World Liberty Financial minted 25 million $USD1 stablecoins on Monday morning and burned 3 million through its TokenGovernor contract, on-chain data shows, as the Trump-linked venture continues managing the fallout from a lending position that trapped depositors on DeFi protocol Dolomite.
The activity follows $WLFI's statement last week, posted in response to CoinDesk's reporting on the Dolomite transactions, that it had repaid $25 million of the roughly $75 million it borrowed against its own governance token.
The venture deposited billions of $WLFI tokens as collateral and borrowed stablecoins that were partially routed to Coinbase Prime, pushing Dolomite's $USD1 lending pool to near-100% utilization and leaving other depositors unable to fully withdraw.
Monday's mint was funded through BitGo Custody and executed via $WLFI's $USD1 Mint Authority contract. The 3 million $USD1 burn moved from an address starting 0x2ce to the TokenGovernor contract before being sent to the null address, permanently removing the tokens from circulation.

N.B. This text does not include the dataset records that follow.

"""Overloads read with their parameters: what each annotation admits (surface/overloads.py).

Sources: PEP 484 ("Function/method overloading", "Union types", "The numeric tower", forward
references as strings, stubs), PEP 586 (Literal types), PEP 604 (`X | Y`), PEP 544 (protocols
are structural, so `isinstance`-style reasoning does not apply to them), PEP 613 (type aliases).
Each case is a small fictional package written in tmp_path.
"""

from __future__ import annotations

import json

from impactscope.surface import Surface, build_surface
from impactscope.surface.overloads import Accepts, Overload, OverloadParameter

from .helpers import write_tree


def _surface(tmp_path) -> Surface:
    root = write_tree(tmp_path / "heronframe", {
        "__init__.py": """
            from .frame import Table, Column, pick, glue, plain
            """,
        "_typing.pyi": """
            import datetime
            from typing import Union
            from typing_extensions import TypeAlias
            Label: TypeAlias = Union[str, int, datetime.date]
            """,
        "frame.pyi": """
            from typing import Any, Iterable, Literal, Mapping, Optional, Protocol, overload
            from ._typing import Label
            class SupportsLen(Protocol):
                def __len__(self) -> int: ...
            class Table:
                @overload
                def __getitem__(self, key: Label) -> Column: ...
                @overload
                def __getitem__(self, key: slice | list[str]) -> Table: ...
                @overload
                def drop(self, *, inplace: Literal[True]) -> None: ...
                @overload
                def drop(self, *, inplace: Literal[False] = ...) -> Table: ...
            class Column: ...
            @overload
            def pick(path: str, single: Literal[True]) -> Column: ...
            @overload
            def pick(path: str, single: Literal[False, 0] = ...) -> Table: ...
            @overload
            def glue(parts: Iterable[Table] | Mapping[str, Table], how: Optional["Label"] = ...) -> Table: ...
            @overload
            def glue(parts: Iterable[Column], how: SupportsLen = ...) -> Column: ...
            @overload
            def glue(parts: Any, how: object = ...) -> Table | Column: ...
            @overload
            def plain(x: int) -> Table: ...
            @overload
            def plain(x: int, y: int) -> Table: ...
            """,
    })
    return build_surface(root, "heronframe")


def test_each_overload_keeps_its_parameters_and_what_they_admit(tmp_path) -> None:
    surface = _surface(tmp_path)
    table, column = "heronframe.frame.Table", "heronframe.frame.Column"
    getitem = surface.overloads("heronframe.Table.__getitem__")
    # PEP 613 alias through an import; `datetime.date` is an outside class; `self` is left out.
    assert getitem[0].parameters == (
        OverloadParameter("key", "positional-or-keyword", False,
                          Accepts(builtins=("str", "int"), foreign=("datetime.date",))),
    )
    assert getitem[0].outcomes == (column,)
    # PEP 604 `|`; a list of a builtin is a list whatever its items.
    assert getitem[1].parameters[0].accepts == Accepts(builtins=("slice", "list"))
    assert getitem[1].outcomes == (table,)
    pick = surface.overloads("heronframe.pick")
    # PEP 586: Literal values keep their type (False and 0 are different literals).
    assert pick[0].parameters[1] == OverloadParameter("single", "positional-or-keyword", False,
                                                      Accepts(literals=(("bool", "True"),)))
    assert pick[1].parameters[1].accepts == Accepts(literals=(("bool", "False"), ("int", "0")))
    assert pick[1].parameters[1].optional
    glue = surface.overloads("heronframe.glue")
    # Items of an iterable or a mapping's values; Optional adds None; a forward reference as a string.
    assert glue[0].parameters[0].accepts == Accepts(items=(table,))
    assert glue[0].parameters[1].accepts == Accepts(builtins=("None", "str", "int"), foreign=("datetime.date",))
    # PEP 544: a protocol cannot be tested by class, so it is unsure; Any and object admit anything.
    assert glue[1].parameters[1].accepts == Accepts(unsure=True)
    assert glue[2].parameters[0].accepts == Accepts(anything=True)
    assert glue[2].parameters[1].accepts == Accepts(anything=True)
    assert glue[2].outcomes == (table, column)


def test_overloads_that_agree_or_a_return_every_overload_shares_are_not_kept(tmp_path) -> None:
    surface = _surface(tmp_path)
    # Both `plain` overloads return a Table: `returns` says it all.
    assert surface.overloads("heronframe.plain") == ()
    assert surface.returns("heronframe.plain") == "heronframe.frame.Table"
    # `drop` gives None or a Table: None has no attributes, so `returns` is the Table already.
    assert surface.overloads("heronframe.Table.drop") == ()
    assert surface.returns("heronframe.Table.drop") == "heronframe.frame.Table"


def test_overloads_survive_the_surface_json(tmp_path) -> None:
    surface = _surface(tmp_path)
    again = Surface.from_json(json.loads(json.dumps(surface.to_json())))
    for name in ("heronframe.Table.__getitem__", "heronframe.pick", "heronframe.glue"):
        assert again.overloads(name) == surface.overloads(name), name
        assert all(isinstance(o, Overload) for o in again.overloads(name))
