def test_conditional_helpers_and_run_time_messages_are_flagged(tmp_path):
    root = write_tree(tmp_path / "lib", {
        "__init__.py": """
            import warnings

            def _compare_op(op):
                def method(self, other):
                    if isinstance(other, list):
                        warnings.warn(f"comparing with {type(other).__name__} is deprecated", FutureWarning)
                    return op(self, other)
                return method

            def _deprecated_call(message):
                warnings.warn(message, DeprecationWarning, stacklevel=3)

            class Box:
                __eq__ = _compare_op(lambda a, b: a is b)

                def pack(self, how):
                    _deprecated_call(how)
            """,
    })
    found = harvest(root)
    by_member = {c.member: c for c in found.changes}
    # A warning about some values of an argument is not a removal: listed for review, not drafted.
    assert "lib.Box.__eq__" not in by_member
    assert [u.member for u in found.unread] == ["lib.Box.__eq__"] and "isinstance(other, list)" in found.unread[0].condition
    pack = by_member["lib.Box.pack"]
    assert pack.note == "lib.Box.pack is deprecated (the message is built at run time: {how})"
    assert "message built at run time" in pack.evidence
    text = render_draft(found.changes, "lib", unread=found.unread)
    assert "# Left out: 1 deprecation warnings under a condition" in text and "#   lib.Box.__eq__ (line" in text
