"""Small helpers shared by the surface tests."""

from __future__ import annotations

import textwrap
from importlib import resources
from pathlib import Path

# The demo library's two releases, shipped inside the impactscope.demo package: 2.4 (what the
# demo corpus was written against) and 3.0 (derived from it; see src/impactscope/demo/).
_DEMO = Path(str(resources.files("impactscope.demo")))
OLD = _DEMO / "heronframe"
NEW = _DEMO / "heronframe_3_0" / "heronframe"


def write_tree(root: Path, files: dict[str, str]) -> Path:
    """Write {relative path: source} under root (sources are dedented) and return root."""
    for rel, text in files.items():
        path = root / rel
        path.parent.mkdir(parents=True, exist_ok=True)
        path.write_text(textwrap.dedent(text).lstrip("\n"), encoding="utf-8")
    return root
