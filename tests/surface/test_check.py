"""check_members: a change list against the library's surface (and through library_model, where
a scan builds its model). Messages follow docs/change-list.md: one line naming the file, the entry and the
fix; the error is an InputError, so the CLI exits 2."""

from __future__ import annotations

from pathlib import Path

import pytest

from impactscope.changes import ChangeListError, parse_change_list
from impactscope.resolve.model import library_model
from impactscope.surface import build_surface
from impactscope.surface.check import UnknownMemberError, check_members

from .helpers import write_tree

LIBRARY = {
    "__init__.py": """
        from .frame import Frame
        from . import util

        def __getattr__(name):
            if name == "datetime":
                from datetime import datetime
                return datetime
            raise AttributeError(name)
        """,
    "generic.py": "class Base:\n    def iterpairs(self): ...\n    def summary(self): ...\n",
    "frame.py": "from .generic import Base\nclass Frame(Base):\n    def append(self, other): ...\n    def lookup(self, r, c): ...\n",
    "util/__init__.py": "",
    "util/testing.py": "def assert_equal(a, b): ...\n",
}


def changes(members: list[str], extra: str = "", name: str = "changes.toml"):
    body = "".join(f'[[change]]\nmember = "{m}"\nkind = "removed"\n{extra}\n' for m in members)
    return parse_change_list(f'[library]\nname = "heronframe"\n\n{body}'.encode(), Path(name))


@pytest.fixture()
def source(tmp_path) -> Path:
    return write_tree(tmp_path / "heronframe", LIBRARY)


def test_present_members_pass(source) -> None:
    # Defined, inherited (Base.iterpairs through Frame), a submodule, a name __getattr__ serves
    # (PEP 562), and the library itself.
    members = ["heronframe.Frame.append", "heronframe.Frame.iterpairs", "heronframe.frame.Frame.summary",
               "heronframe.util.testing", "heronframe.util.testing.assert_equal", "heronframe.datetime", "heronframe"]
    check_members(changes(members), build_surface(source))


def test_a_typo_fails_with_the_closest_names(source) -> None:
    with pytest.raises(UnknownMemberError) as info:
        check_members(changes(["heronframe.Frame.append", "heronframe.Frame.apend"]), build_surface(source), source)
    message = str(info.value)
    assert "\n" not in message
    assert message.startswith("changes.toml: [[change]] #2 (id 'heronframe.Frame.apend'): ")
    assert f"read from {source}" in message
    assert "the class heronframe.Frame has no 'apend'" in message
    assert "did you mean 'heronframe.Frame.append'?" in message
    assert "add dynamic = true" in message
    assert isinstance(info.value, ChangeListError) and isinstance(info.value, ValueError)


def test_a_wrong_class_name_is_found_where_the_path_breaks(source) -> None:
    with pytest.raises(UnknownMemberError) as info:
        check_members(changes(["heronframe.Frme.append"]), build_surface(source))
    assert "the module heronframe has no 'Frme' (did you mean 'heronframe.Frame.append'?)" in str(info.value)


def test_every_absent_member_is_counted(source) -> None:
    with pytest.raises(UnknownMemberError, match=r"\(2 more absent: 'heronframe.Frame.mad', 'heronframe.Panel'\)"):
        check_members(changes(["heronframe.Frame.tshift", "heronframe.Frame.mad", "heronframe.Panel"]), build_surface(source))


def test_dynamic_entries_are_not_checked(source) -> None:
    check_members(changes(["heronframe.Frame.apend"], extra="dynamic = true"), build_surface(source))


def test_the_module_that_computes_names_is_pointed_out(tmp_path) -> None:
    # A __getattr__ that may return a value for a name it does not test computes names at run time;
    # one that serves a fixed set and raises otherwise (LIBRARY's) leaves no name unknown.
    open_getattr = "import importlib\ndef __getattr__(name):\n    return importlib.import_module('heronframe.' + name)\n"
    source = write_tree(tmp_path / "heronframe", {**LIBRARY, "__init__.py": "from .frame import Frame\n" + open_getattr})
    with pytest.raises(UnknownMemberError, match=r"heronframe also computes names at run time"):
        check_members(changes(["heronframe.Panel"]), build_surface(source))


def test_members_of_other_top_level_modules_are_not_checked(tmp_path) -> None:
    source = write_tree(tmp_path / "heronframe", LIBRARY)
    text = '[library]\nname = "heronframe"\nmodules = ["heronframe", "heron_io"]\n\n[[change]]\nmember = "heron_io.read"\nkind = "removed"\n'
    check_members(parse_change_list(text.encode(), Path("c.toml")), build_surface(source))


def test_library_model_runs_the_check(source, tmp_path) -> None:
    path = tmp_path / "changes.toml"
    path.write_text('[library]\nname = "heronframe"\n\n[[change]]\nmember = "heronframe.Frame.apend"\nkind = "removed"\n')
    from impactscope.changes import load_change_list

    with pytest.raises(UnknownMemberError, match=rf"^{path}: \[\[change\]\] #1 .*did you mean 'heronframe.Frame.append'"):
        library_model(load_change_list(path), source=source)
    path.write_text(path.read_text().replace("apend", "append"))
    assert library_model(load_change_list(path), source=source).canonical("heronframe.Frame.append") == "heronframe.frame.Frame.append"


def test_scan_exits_2_on_a_typo_and_names_the_fix(source, tmp_path) -> None:
    # docs/command-line.md: exit code 2 for bad input, one clear message, no traceback. Twice:
    # first with the surface built, then with the surface file a good scan left beside the results.
    from typer.testing import CliRunner

    from impactscope.cli import app

    corpus = write_tree(tmp_path / "corpus", {"p1/a.py": "import heronframe as hf\nhf.Frame().append(1)\n"})
    good, bad = tmp_path / "good.toml", tmp_path / "bad.toml"
    text = '[library]\nname = "heronframe"\n\n[[change]]\nmember = "heronframe.Frame.append"\nkind = "removed"\n'
    good.write_text(text)
    bad.write_text(text.replace(".append", ".apend"))
    out = tmp_path / "r.sqlite"
    runner = CliRunner()
    for changes in (bad, good, bad):
        result = runner.invoke(app, ["scan", str(changes), str(corpus), "--out", str(out), "--jobs", "1",
                                     "--library-source", str(source)])
        if changes is good:
            assert result.exit_code == 0, result.output
            continue
        assert result.exit_code == 2, result.output
        assert "did you mean 'heronframe.Frame.append'?" in result.output and "Traceback" not in result.output
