"""locate_installed: PEP 561 resolution order over small fake distributions in tmp_path.

Reference: PEP 561, "Type Checker Module Resolution Order": stub packages (`NAME-stubs`) come
before the package's inline stubs and sources. Reference for the metadata layout: the
`.dist-info` directory with METADATA and RECORD (PEP 376 / the core metadata specification).
"""

from __future__ import annotations

from pathlib import Path

import pytest

from impactscope.surface import SurfaceError, build_surface, locate_installed

from .helpers import write_tree


def fake_dist(site: Path, name: str, version: str, files: dict[str, str]) -> None:
    """A distribution as an installer leaves it: its files plus NAME-VERSION.dist-info/{METADATA,RECORD}."""
    write_tree(site, files)
    info = f"{name.replace('-', '_')}-{version}.dist-info"
    record = [f"{path},," for path in files] + [f"{info}/METADATA,,", f"{info}/RECORD,,"]
    write_tree(site, {
        f"{info}/METADATA": f"Metadata-Version: 2.1\nName: {name}\nVersion: {version}\n",
        f"{info}/RECORD": "\n".join(record) + "\n",
    })


def test_stub_package_comes_first(tmp_path):
    site = tmp_path / "site"
    fake_dist(site, "heronframe", "2.4", {
        "heronframe/__init__.py": "def read_table(path, sep=','): ...\n",
        "heronframe/__init__.pyi": "def read_table(path: str, sep: str = ...) -> None: ...\n",
    })
    fake_dist(site, "heronframe-stubs", "2.4.0", {
        "heronframe-stubs/__init__.pyi": "def read_table(path: str) -> None: ...\n",
    })
    found = locate_installed("heronframe", path=[site])
    assert found == site / "heronframe-stubs"
    surface = build_surface(found)
    assert surface.library == "heronframe"
    assert [p.name for p in surface.parameters("heronframe.read_table")] == ["path"]


def test_inline_stubs_before_sources(tmp_path):
    site = tmp_path / "site"
    fake_dist(site, "heronframe", "2.4", {
        "heronframe/__init__.py": "def read_table(path, sep=',', header=True): ...\n",
        "heronframe/__init__.pyi": "def read_table(path: str, sep: str = ...) -> None: ...\n",
    })
    found = locate_installed("heronframe", path=[site])
    assert found == site / "heronframe"
    assert [p.name for p in build_surface(found).parameters("heronframe.read_table")] == ["path", "sep"]


def test_sources_when_there_are_no_stubs(tmp_path):
    site = tmp_path / "site"
    fake_dist(site, "heronframe", "2.4", {"heronframe/__init__.py": "def read_table(path, sep=','): ...\n"})
    assert locate_installed("heronframe", path=[site]) == site / "heronframe"


def test_single_module_distribution_prefers_its_stub(tmp_path):
    site = tmp_path / "site"
    fake_dist(site, "heron-single", "1.0", {"heron_single.py": "def f(a, b): ...\n", "heron_single.pyi": "def f(a: int) -> int: ...\n"})
    found = locate_installed("heron-single", path=[site])  # a distribution name, mapped to its module
    assert found == site / "heron_single.pyi"
    assert [p.name for p in build_surface(found, "heron_single").parameters("heron_single.f")] == ["a"]


def test_package_without_a_record_is_found_by_the_path_finder(tmp_path):
    site = write_tree(tmp_path / "site", {"loose/__init__.py": "X = 1\n"})
    assert locate_installed("loose", path=[site]) == site / "loose"


def test_not_found_says_what_was_looked_for_and_how_to_fix(tmp_path):
    (tmp_path / "site").mkdir()
    with pytest.raises(SurfaceError) as err:
        locate_installed("heronframe", path=[tmp_path / "site"])
    message = str(err.value)
    assert "'heronframe'" in message and "heronframe-stubs/" in message and "heronframe/__init__.pyi" in message
    assert "pip install heronframe" in message


def test_real_installed_distribution():
    # packaging ships its sources (and py.typed) in the venv: the package directory is returned.
    found = locate_installed("packaging")
    assert (found / "version.py").is_file()


def test_one_decision_between_an_installed_library_and_a_source_path(tmp_path):
    from impactscope.surface.locate import library_location

    source = write_tree(tmp_path / "src", {"heronframe/__init__.py": "X = 1\n"}) / "heronframe"
    fallback = tmp_path / "src"
    assert library_location(source, None, fallback) == source  # a path given overrides [library] source
    assert library_location(None, None, fallback) == fallback
    assert library_location() is None  # nothing given: the change list's [types] alone
    assert library_location(None, "packaging") == locate_installed("packaging")
    with pytest.raises(SurfaceError, match="not both"):
        library_location(source, "packaging")
    with pytest.raises(SurfaceError, match="no such file or folder"):
        library_location(tmp_path / "absent", None)
    with pytest.raises(SurfaceError, match="no such file or folder"):
        library_location(None, None, tmp_path / "absent")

Smaller test transactions of $10, $10,000, and $40,800 in $USD1 were sent to a previously inactive address in the hours before the mint, a pattern consistent with wallet verification ahead of larger transfers.
The net effect is a $22 million increase in $USD1 circulation. The simultaneous mint and burn indicates active supply management rather than a simple expansion.
However, the burn raises its own question of where those 3 million $USD1 came from and why they were retired rather than redeployed.
Stablecoin issuers routinely burn tokens when collateral is redeemed, but $WLFI has not disclosed the specific reason.
It is not yet clear whether the newly minted $USD1 is intended to replenish Dolomite's lending pool, fund additional treasury operations, or serve another purpose.
$WLFI's governance token has fallen roughly 15% since CoinDesk first reported the Dolomite transactions on April 9. Dolomite co-founder Corey Caplan is an advisor to World Liberty Financial.
CoinDesk has reached out to World Liberty Financial for comment in European morning hours.